This project introduces an analytical model designed to predict the execution times of GPU kernels for unknown problem sizes without actual execution. The model considers various metrics involved in launching kernels, including problem size, block size, and grid size configurations, enabling the prediction of expected execution times.

With the deceleration of Moore's Law and the attenuated progress in hardware technology, the imperative now lies in the development of efficient and parallel software to mitigate the scarcity in hardware capabilities. In recent years, the demand for processing vast amounts of data across diverse domains has attained paramount significance. A considerable focus has been directed towards advancements in Machine Learning and Deep Learning, necessitating intensive data computations. Simultaneously, the scientific domain has experienced a substantial surge in data collection methodologies, precipitating a necessity for intricate data calculations. Consequently, there has been an exponential surge in the utilization and evolution of Graphics Processing Units (GPUs).

While Central Processing Units (CPUs) were hitherto the benchmark for diverse computations, their inherent limitations in handling massive parallel applications have paved the way for General Purpose GPUs (GPGPUs). GPU applications are now pervasive and find application across various domains, yielding unprecedented performance enhancements and significant cost reductions due to GPUs' superior power efficiency per computation compared to CPUs.

Nevertheless, the development of GPU code is a non-trivial undertaking. Software developers, accustomed to learning algorithms and general software development in a sequential manner, must invest time and effort in transitioning to parallel thinking. Consequently, planning and developing massively parallel GPU code entail substantial cost implications. Furthermore, GPUs are applicable only to specific problem types that exhibit notable characteristics conducive to parallelization.

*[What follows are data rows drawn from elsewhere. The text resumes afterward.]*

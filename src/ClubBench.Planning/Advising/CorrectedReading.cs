namespace ClubBench.Planning.Advising;

/// <summary>A reading after the known offset of its instrument, with its uncertainty. The raw value is kept.</summary>
/// <param name="RawSi">As read.</param>
/// <param name="Si">Offset subtracted.</param>
/// <param name="OffsetSi">What was subtracted.</param>
/// <param name="ExpandedUncertaintySi">Expanded uncertainty (k = 2) from the instrument's record; a cautious default of the trade where it is unknown.</param>
public sealed record CorrectedReading(double RawSi, double Si, double OffsetSi, double ExpandedUncertaintySi)
{
    /// <summary>Relative uncertainty taken for an instrument nobody recorded (common practice for club meters).</summary>
    private const double UnknownInstrument = 0.05;

    /// <summary>Applies the instrument's record to a reading.</summary>
    public static CorrectedReading Of(Reading reading, IReadOnlyList<Instrument> instruments)
    {
        var instrument = instruments.FirstOrDefault(i => i.Name == reading.Instrument);
        var offset = instrument?.OffsetSi ?? 0;
        var value = reading.Si - offset;
        var u = instrument is null ? UnknownInstrument * Math.Abs(value) : (instrument.RelativeUncertainty * Math.Abs(value)) + instrument.AbsoluteUncertaintySi;
        return new CorrectedReading(reading.Si, value, offset, u);
    }
}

Identifying a problem suitable for GPU utilization raises questions regarding the potential performance improvement compared to traditional CPU execution without parallelism. Thus, predicting the performance of GPU code (analogous to kernels on GPUs) becomes crucial in quantifying potential enhancements resulting from the parallelization of software for GPUs. This report introduces an analytical model designed to predict the execution times of GPU kernels for unknown problem sizes without actual execution. The model considers various metrics involved in launching kernels, including problem size, block size, and grid size configurations, enabling the prediction of expected execution times. It is also shown that the prediction can be extended to different GPUs, considering their own hardware characteristics. Consequently, the model instills a degree of confidence without necessitating an in-depth understanding of kernel intricacies, their functionality, or how they scale with increasing problem sizes. The model automates this process, providing a streamlined approach to performance prediction. For the simplicity of the model, it offers adequate prediction accuracy and provides good scope for future expansion to consider more niche parameters affecting all kinds of kernels and subsequently their performance.